- _Aim of the task_
Repeat the lines of the material below exactly, beginning at the one with "is not below" and stopping after the last.

- _The data_
++++++++

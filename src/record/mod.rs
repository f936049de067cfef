//! A record: channels of uniform, finite samples over one axis, and what was read before it became one.

mod axis;
mod lines;
mod raw;
mod source;

use ndarray::{Array2, ArrayView1};

use crate::error::{Error, Finding, Result};
use crate::place::Place;
use crate::unit::Unit;

pub use axis::{Axis, RateSource, Spacing};
pub use lines::RowLines;
pub use raw::{RawChannel, RawRecord, Stamps, StatedRate};
pub use source::{ColumnRole, Encoding, Format, Layout, SampleType, Source, TableLayout, TextSource, WaveLayout};

/// Channels over one axis. Every sample is finite, every channel has the axis' length, and there is at least one of each.
#[derive(Debug, Clone)]
pub struct Record {
    axis: Axis,
    names: Vec<String>,
    units: Vec<Unit>,
    /// Channels x samples.
    samples: Array2<f64>,
    findings: Vec<Finding>,
    /// Samples that were missing and are held by straight lines, channel by channel; empty without any.
    missing: Vec<Vec<usize>>,
}

/// One channel of a record, borrowed.
#[derive(Debug, Clone, Copy)]
pub struct Channel<'a> {
    /// Name, as the file spells it.
    pub name: &'a str,
    /// Unit of the samples.
    pub unit: &'a Unit,
    /// The axis all channels share.
    pub axis: &'a Axis,
    /// The samples, in `unit`.
    pub samples: &'a [f64],
}

impl Record {
    /// A record from `samples` (channels x samples).
    ///
    /// # Errors
    /// `Unsupported` when there is no channel or no sample; `Malformed` at the first sample that is not finite; `Usage`
    /// when names, units and rows do not match in number or the axis has another length.
    pub fn new(axis: Axis, names: Vec<String>, units: Vec<Unit>, samples: Array2<f64>) -> Result<Record> {
        let (channels, len) = samples.dim();
        if channels == 0 || len == 0 {
            return Err(Error::unsupported("the record holds no samples"));
        }
        if names.len() != channels || units.len() != channels || axis.len() != len {
            return Err(Error::usage("names, units, axis and samples differ in number"));
        }
        // Copies only what is not contiguous already: a record may fill half the memory.
        let samples = if samples.is_standard_layout() { samples } else { samples.as_standard_layout().into_owned() };
        for (name, row) in names.iter().zip(samples.rows()) {
            if let Some(n) = row.iter().position(|v| !v.is_finite()) {
                let place = Place { sample: Some(n as u64), ..Place::channel(name) };
                return Err(Error::malformed(format!("not a finite number: {}", row[n])).at(place));
            }
        }
        Ok(Record { axis, names, units, samples, findings: Vec::new(), missing: Vec::new() })
    }

    /// Remarks that travel with the record.
    pub fn findings(&self) -> &[Finding] {
        &self.findings
    }

    /// Adds remarks.
    #[must_use]
    pub fn with_findings(mut self, findings: impl IntoIterator<Item = Finding>) -> Record {
        self.findings.extend(findings);
        self
    }

    /// Lists, channel by channel, samples that were missing: straight lines hold their places until they are smoothed.
    #[must_use]
    pub fn with_missing(mut self, missing: Vec<Vec<usize>>) -> Record {
        self.missing = missing;
        self
    }

    /// Samples of channel `index` that were missing and wait to be smoothed, ascending.
    pub fn missing(&self, index: usize) -> &[usize] {
        self.missing.get(index).map_or(&[], Vec::as_slice)
    }

    /// The common axis.
    pub fn axis(&self) -> &Axis {
        &self.axis
    }

    /// Number of samples a channel, at least 1.
    #[expect(clippy::len_without_is_empty, reason = "a record is never empty")]
    pub fn len(&self) -> usize {
        self.samples.ncols()
    }

    /// Number of channels, at least 1.
    pub fn channel_count(&self) -> usize {
        self.samples.nrows()
    }

    /// Channel `index`, from 0.
    ///
    /// # Panics
    /// When `index` is not below `channel_count`.
    pub fn channel(&self, index: usize) -> Channel<'_> {
        let row: ArrayView1<'_, f64> = self.samples.row(index);
        let Some(samples) = row.to_slice() else { unreachable!("rows are contiguous since construction") };
        Channel { name: &self.names[index], unit: &self.units[index], axis: &self.axis, samples }
    }

    /// All channels in file order.
    pub fn channels(&self) -> impl Iterator<Item = Channel<'_>> {
        (0..self.channel_count()).map(|index| self.channel(index))
    }

    /// The samples, channels x samples.
    pub fn samples(&self) -> &Array2<f64> {
        &self.samples
    }

    /// Takes the record apart: axis, names, units, samples, findings.
    pub fn into_parts(self) -> (Axis, Vec<String>, Vec<Unit>, Array2<f64>, Vec<Finding>) {
        (self.axis, self.names, self.units, self.samples, self.findings)
    }
}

++++++++

- _Answer box_
    /// When `index` is not below `channel_count`.
    pub fn channel(&self, index: usize) -> Channel<'_> {
        let row: ArrayView1<'_, f64> = self.samples.row(index);
        let Some(samples) = row.to_slice() else { unreachable!("rows are contiguous since construction") };
        Channel { name: &self.names[index], unit: &self.units[index], axis: &self.axis, samples }
    }

    /// All channels in file order.
    pub fn channels(&self) -> impl Iterator<Item = Channel<'_>> {
        (0..self.channel_count()).map(|index| self.channel(index))
    }

    /// The samples, channels x samples.
    pub fn samples(&self) -> &Array2<f64> {
        &self.samples
    }

    /// Takes the record apart: axis, names, units, samples, findings.
    pub fn into_parts(self) -> (Axis, Vec<String>, Vec<Unit>, Array2<f64>, Vec<Finding>) {
        (self.axis, self.names, self.units, self.samples, self.findings)
    }
}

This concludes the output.